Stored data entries
──────

package envelope

import (
	"math"
	"testing"

	"github.com/trussfleet/trussfleet/internal/proptest"
	"github.com/trussfleet/trussfleet/screening/traffic"
	"pgregory.net/rapid"
)

// TestSparseEqualsDense: the sweep that brings each member up to date only at its own events
// (sweepSparse) gives the extremes of the sweep that moves every member at every event, for
// trains with parts applied whole or cut at the unfavourable length, on lines with and without
// jumps at the bearings (where the dense sweep runs both). Reference: the dense event sweep
// (plainSweeps.denseCurved), itself checked against the brute force in property_test.go;
// placements are checked by reproducing their value with the independent reference response.
func TestSparseEqualsDense(t *testing.T) {
	proptest.Check(t, func(t *rapid.T) {
		x, ord := genLines(t)
		tr := genTrain(t)
		if err := tr.Validate(); err != nil {
			t.Skip(err)
		}
		shortcutAgrees(t, x, ord, tr, plainSweeps{denseCurved: true})
	})
}

// TestCooperOnPrattSparse: Cooper E80 (its trailing load cut at the unfavourable length) over
// a 96 m, 16-panel Pratt truss: the sparse sweep agrees with the dense one and with the brute
// force (fine stepping, every cut length ending on a vertex or zero crossing) for every
// member. Lines by the method of sections (common practice).
func TestCooperOnPrattSparse(t *testing.T) {
	x, labels, ord := prattLines(96, 11, 16)
	tr := traffic.Cooper(80)
	shortcutAgrees(t, x, ord, tr, plainSweeps{denseCurved: true})
	l, ld := prepared(t, x, ord, tr)
	var c Calculator
	got, err := c.Envelope(l, ld, Options{}, nil)
	if err != nil {
		t.Fatal(err)
	}
	for i := 0; i < len(ord); i += 7 { // the brute force is slow: every seventh member
		scale := forceScale(x, ord[i], tr)
		for _, s := range senses(got[i]) {
			if brute := bruteTrain(x, ord[i], tr, s.sense); math.Abs(brute-s.e.Value) > 1e-6*scale {
				t.Fatalf("%s sense %v: brute force %v, sparse sweep %v", labels[i], s.sense, brute, s.e.Value)
			}
		}
	}
}
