// Package envelope moves trains over a truss's influence lines and finds, for every member,
// the largest tension and the largest compression a train can cause, where the train stands
// when it does, and how much of it is on the bridge.
//
// Input is independent of how the lines were found: ascending deck panel points x (m) and, per
// member, the force (kN per kN, tension positive) caused by a unit load at each panel point.
// Stringers spanning simply between floor beams deliver a load between two panel points by
// the lever rule, which is exactly linear interpolation of the line; the line is zero beyond
// x[0] and x[last] (the line of analysis.Interpolate, whose areas analysis.Areas gives).
//
// The extremes are exact, not stepped. A rigid train's effect is linear in its position
// between the positions where some axle stands over some vertex of the line (a panel point or
// a bearing), so the extreme is at one of them; distributed parts make the pieces quadratic,
// adding their stationary points. One sweep per direction visits those positions in order,
// carrying every member's value and slope, so a truss costs one sweep per train, not one per
// member; each member is brought up to date only at the vertices where its own line kinks
// (and, for a cut part, where its running extreme moves), so most positions touch few members. Parts applied only where unfavourable (Load Model 71) follow the positive or
// negative part of each line; a part cut at the unfavourable length (Cooper's trailing load)
// follows the running extreme of the line's integral. A variable consist is swept only at the
// counts that show the bridge different loadings (only vehicles on the bridge matter: once
// more vehicles can reach the bridge only behind everything but the repeated vehicle, more
// change nothing); a rake of 1 to n identical vehicles is swept as windows of an endless
// train, phase by phase (windows.go); and a uniform load of variable length is placed over
// its best feasible interval directly. A train too large to sweep (MaxEvents) is refused with ErrTooLarge.
//
// Typical use in a screening run:
//
//	lines, _ := envelope.NewLines(x, ordinates) // once per truss
//	load, _ := envelope.Prepare(train)          // once per train
//	var calc envelope.Calculator                // one per goroutine
//	res, err = calc.Envelope(lines, load, envelope.Options{Share: 0.5}, res[:0])
//
// Values are in kN, multiplied by Options.Factor (share of the track load and dynamic
// allowance). Inputs are never modified.
package envelope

──────

### Exercise aim
In the entries above, find every line with the word "checked" and list it.

### Your solution
// (plainSweeps.denseCurved), itself checked against the brute force in property_test.go;
// placements are checked by reproducing their value with the independent reference response.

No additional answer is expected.